For Westphal, however, it is not clearly stated in the agreement whether operators can still sue against the possibility of bringing forward decommissioning after 2030.

She also questioned the compensation payments themselves, saying negotiations with coal operators took place behind closed doors, with no involvement or scrutiny from civil society groups.

As German magazine Der Spiegel reported in April, the lignite company LEAG is set to receive €1.75 billion for shutting down its plants in a timeframe that the company had already planned for anyway.

“It is necessary to clearly link the amount of compensation to the future profitability of the power plants to exclude this option,” Westphal said. “But unfortunately the formula for the compensation remains unknown”.

According to ClientEarth, the German government should have refused to compensate power plant owners in the first place.
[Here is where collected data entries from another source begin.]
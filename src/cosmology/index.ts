export * from "./constants.js";
export * from "./distances.js";
export * from "./restframes.js";
export * from "./distance-indicators.js";
export * from "./estimators.js";
export * from "./zeropoint.js";
export * from "./velocities.js";
export * from "./combine.js";
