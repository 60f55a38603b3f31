/**
 * Step 3, velocities: redshifts into the plan's frame, the combined moduli into distances and
 * peculiar velocities with errors (src/cosmology/velocities.ts). Rows without a distance stay,
 * flagged by that step; the later steps choose their own rows (groups need only a redshift).
 */
import { computeVelocities } from "../../cosmology/velocities.js";
import { PeculiarError } from "../../errors.js";
import type { RunContext, StepOutcome } from "../runner.js";
import { saveTable, withTable, type PipelineState } from "../state.js";

export async function velocitiesStep(ctx: RunContext<PipelineState>): Promise<StepOutcome> {
  const { state: s, plan } = ctx;
  const cat = s.combined;
  if (!cat) throw new PeculiarError("step", "no combined table");
  const v = plan.steps.velocities;
  const opts: Parameters<typeof computeVelocities>[1] = { frame: v.frame, cosmology: { h0: v.h0, omegaM: v.omegaM }, estimator: v.estimator, distance: "mu" };
  if (v.apex !== undefined) opts.apex = v.apex;
  const { table, report } = computeVelocities({ table: cat.table, roles: cat.roles, raDeg: cat.raDeg, decDeg: cat.decDeg, file: cat.file }, opts);
  s.velocities = withTable(cat, table);
  s.frame = v.frame;
  const out = await saveTable(ctx.outDir, "03-velocities.arrow", table);
  return {
    outputs: [out],
    numbers: {
      rows: report.rows,
      frame: report.frame,
      apex: report.apex,
      estimator: report.estimator,
      h0Assumed: v.h0,
      omegaM: v.omegaM,
      withVelocity: report.withVelocity,
      withoutError: report.withoutError,
      valid: report.valid,
      flagged: report.flagged,
    },
  };
}
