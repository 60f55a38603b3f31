/**
 * Step 1, match: loads the redshift survey and every distance catalogue (src/catalogue/load.ts:
 * roles, positions including sexagesimal, bad rows flagged), and matches each distance catalogue
 * onto the survey by sky position (src/crossmatch). Per catalogue ALIAS it writes
 * 01-match-ALIAS.arrow (the outer join: every survey row and every distance row, names present in
 * both prefixed with their alias, plus sep_arcsec, n_candidates, ambiguous, row_a, row_b) and
 * 01-match-ALIAS.json (counts, separation histogram, expected chance pairs, suggested radius).
 */
import { join } from "node:path";
import type { Table } from "apache-arrow";
import { takeRows, tableFromColumns, type ColumnData } from "../../catalogue/columns.js";
import { loadCatalogue, type LoadOptions } from "../../catalogue/load.js";
import { INVALID_REASON, recordStep, VALID } from "../../catalogue/meta.js";
import { invalidReasons, validMask } from "../../catalogue/validity.js";
import { writeFileAtomic } from "../../catalogue/atomic.js";
import type { FormatName } from "../../catalogue/io.js";
import { crossMatch, joinRows, matchCounts, type MatchResult } from "../../crossmatch/match.js";
import { parseAngleArcsec } from "../../crossmatch/radius.js";
import { chancePairs, separationHistogram, suggestRadius } from "../../crossmatch/diagnostics.js";
import { ARCSEC } from "../../sky/angles.js";
import type { InputSpec } from "../plan.js";
import type { RunContext, StepOutcome } from "../runner.js";
import { saveTable, type LoadedCatalogue, type PipelineState } from "../state.js";

async function load(spec: InputSpec, require: LoadOptions["require"]): Promise<LoadedCatalogue> {
  const o: LoadOptions = { overrides: spec.columns, require };
  if (spec.format) o.format = spec.format as FormatName;
  const c = await loadCatalogue(spec.file, o);
  return { alias: spec.alias, file: spec.file, table: c.table, roles: c.roles, raDeg: c.raDeg, decDeg: c.decDeg };
}

/**
 * The joined table of a match: rows (rowA[k], rowB[k]) (-1 = absent) with every column of both
 * sides; a name in both gets its side's alias as prefix. valid is true when the rows present are
 * valid; invalid_reason names the side.
 */
function joinedTable(a: LoadedCatalogue, b: LoadedCatalogue, rowA: Int32Array, rowB: Int32Array, extra: ColumnData[]): Table {
  const namesA = new Set(a.table.schema.fields.map((f) => f.name));
  const namesB = new Set(b.table.schema.fields.map((f) => f.name));
  const both = new Set([...namesA].filter((x) => namesB.has(x)));
  const rename = (side: LoadedCatalogue, cols: ColumnData[]) => cols.map((c) => (both.has(c.name) ? { ...c, name: `${side.alias}_${c.name}` } : c));
  const colsA = rename(a, takeRows(a.table, rowA));
  const colsB = rename(b, takeRows(b.table, rowB));
  const n = rowA.length;
  const vA = validMask(a.table);
  const vB = validMask(b.table);
  const rA = invalidReasons(a.table);
  const rB = invalidReasons(b.table);
  const valid = new Uint8Array(n);
  const reason = new Array<string>(n);
  for (let k = 0; k < n; k++) {
    const i = rowA[k]!;
    const j = rowB[k]!;
    const parts: string[] = [];
    if (i >= 0 && !vA[i]) parts.push(`${a.alias}: ${rA[i]}`);
    if (j >= 0 && !vB[j]) parts.push(`${b.alias}: ${rB[j]}`);
    valid[k] = parts.length === 0 ? 1 : 0;
    reason[k] = parts.join("; ");
  }
  const cols = [...colsA, ...colsB, ...extra, { name: VALID, kind: "bool" as const, values: valid }, { name: INVALID_REASON, kind: "utf8" as const, values: reason }];
  let meta = new Map<string, string>();
  meta = recordStep(meta, "match", { a: a.file, b: b.file });
  return tableFromColumns(cols.filter((c, i, all) => all.findIndex((x) => x.name === c.name) === i), meta, n);
}

function int32(name: string, rows: Int32Array, description: string, oneBased: boolean): ColumnData {
  const n = rows.length;
  const values = new Int32Array(n);
  const nulls = new Uint8Array(n);
  for (let k = 0; k < n; k++) {
    if (rows[k]! < 0) nulls[k] = 1;
    else values[k] = rows[k]! + (oneBased ? 1 : 0);
  }
  return { name, kind: "int32", values, nulls, meta: { description } };
}

export async function matchStep(ctx: RunContext<PipelineState>): Promise<StepOutcome> {
  const { state: s, plan } = ctx;
  const settings = plan.steps.match;
  const radiusArcsec = parseAngleArcsec(settings.radius, "steps.match.radius");
  const survey = await load(plan.redshifts, ["ra", "dec"]);
  s.redshifts = survey;
  const outputs: string[] = [];
  const numbers: Record<string, unknown>[] = [];
  s.matches = [];
  for (const spec of plan.distances) {
    ctx.progress(`step match: ${spec.alias}`);
    const b = await load(spec, ["ra", "dec"]);
    const o: Parameters<typeof crossMatch>[2] = { radiusArcsec, select: settings.select };
    if (settings.maxDvKmS !== undefined) o.maxDvKmS = settings.maxDvKmS;
    const r: MatchResult = crossMatch({ raDeg: survey.raDeg, decDeg: survey.decDeg }, { raDeg: b.raDeg, decDeg: b.decDeg }, o);
    const nA = survey.table.numRows;
    const rowB = new Int32Array(nA).fill(-1);
    const sepArcsec = new Float64Array(nA).fill(NaN);
    for (let t = 0; t < r.chosen.length; t++) {
      const k = r.chosen[t]!;
      const i = r.candidates.a[k]!;
      if (rowB[i]! >= 0) continue; // one distance per survey row (the best; 'nearest' and 'one-to-one' give one anyway)
      rowB[i] = r.candidates.b[k]!;
      sepArcsec[i] = r.candidates.sepRad[k]! / ARCSEC;
    }
    const counts = matchCounts(r);
    const hist = separationHistogram(r, radiusArcsec);
    const chance = chancePairs(r, () => radiusArcsec);
    const suggestion = suggestRadius(r.pointsA, r.pointsB, r.searchRadiusArcsec, r.usableA);
    s.matches.push({ alias: spec.alias, catalogue: b, rowB, sepArcsec, radiusArcsec, expectedChance: chance.expectedChancePairs });

    const j = joinRows(r, "outer");
    const sep = new Float64Array(j.length).fill(NaN);
    const amb = new Uint8Array(j.length);
    const ncand = new Int32Array(j.length);
    for (let k = 0; k < j.length; k++) {
      const t = j.match[k]!;
      if (t >= 0) {
        sep[k] = r.candidates.sepRad[r.chosen[t]!]! / ARCSEC;
        amb[k] = r.ambiguous[t]!;
      }
      const i = j.rowA[k]!;
      ncand[k] = i >= 0 ? r.nCandidates[i]! : 0;
    }
    const sepNulls = Uint8Array.from(sep, (x) => (Number.isNaN(x) ? 1 : 0));
    const extra: ColumnData[] = [
      { name: "sep_arcsec", kind: "float64", values: sep, nulls: sepNulls, meta: { unit: "arcsec", ucd: "pos.angDistance", description: "separation of the matched pair" } },
      { name: "n_candidates", kind: "int32", values: ncand, meta: { description: `rows of ${spec.alias} within the radius of the survey row` } },
      { name: "ambiguous", kind: "bool", values: amb, meta: { description: "a second candidate is almost as good (crossmatch AMBIGUITY_DELTA)" } },
      int32("row_a", j.rowA, `row of ${survey.alias} (1-based)`, true),
      int32("row_b", j.rowB, `row of ${spec.alias} (1-based)`, true),
    ];
    const table = joinedTable(survey, b, j.rowA, j.rowB, extra);
    outputs.push(await saveTable(ctx.outDir, `01-match-${spec.alias}.arrow`, table));
    const report = { a: survey.file, b: b.file, radiusArcsec, select: settings.select, maxDvKmS: settings.maxDvKmS ?? null, counts, histogram: hist, chance, suggestion };
    const reportName = `01-match-${spec.alias}.json`;
    await writeFileAtomic(join(ctx.outDir, reportName), JSON.stringify(report, null, 2) + "\n");
    outputs.push(reportName);
    numbers.push({
      alias: spec.alias,
      rowsSurvey: counts.rowsA,
      rows: counts.rowsB,
      invalidRows: validMask(b.table).reduce((acc, v) => acc + (v ? 0 : 1), 0),
      matched: counts.matchedPairs,
      unmatchedDistanceRows: counts.unmatchedB,
      ambiguous: counts.ambiguous,
      expectedChancePairs: chance.expectedChancePairs,
      suggestedRadiusArcsec: suggestion.suggestedArcsec,
      separationSigmaArcsec: suggestion.sigmaArcsec,
    });
  }
  const surveyInvalid = validMask(survey.table).reduce((acc, v) => acc + (v ? 0 : 1), 0);
  return { outputs, numbers: { survey: { rows: survey.table.numRows, invalidRows: surveyInvalid, roles: survey.roles }, catalogues: numbers } };
}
In a letter to Schulze and Economy Minister Peter Altmaier (CDU), the environmental group called on the government to clarify the shutdown by law. According to ClientEarth, this is the only way to prevent “the contracts from cementing a coal phase-out, which is too late anyway in terms of climate policy, and to give the operators a guarantee of continued operation that goes beyond the law.”

The European Commission will have the last word on the German government’s deal with power plant owners. Within two months, the EU executive will examine whether the compensation payments for coal plant closures are in line with EU state aid rules or if they constitute a market distortion.

“The EU Commission’s examination will hopefully show that these horrendous payments must not be made,” Westphal says.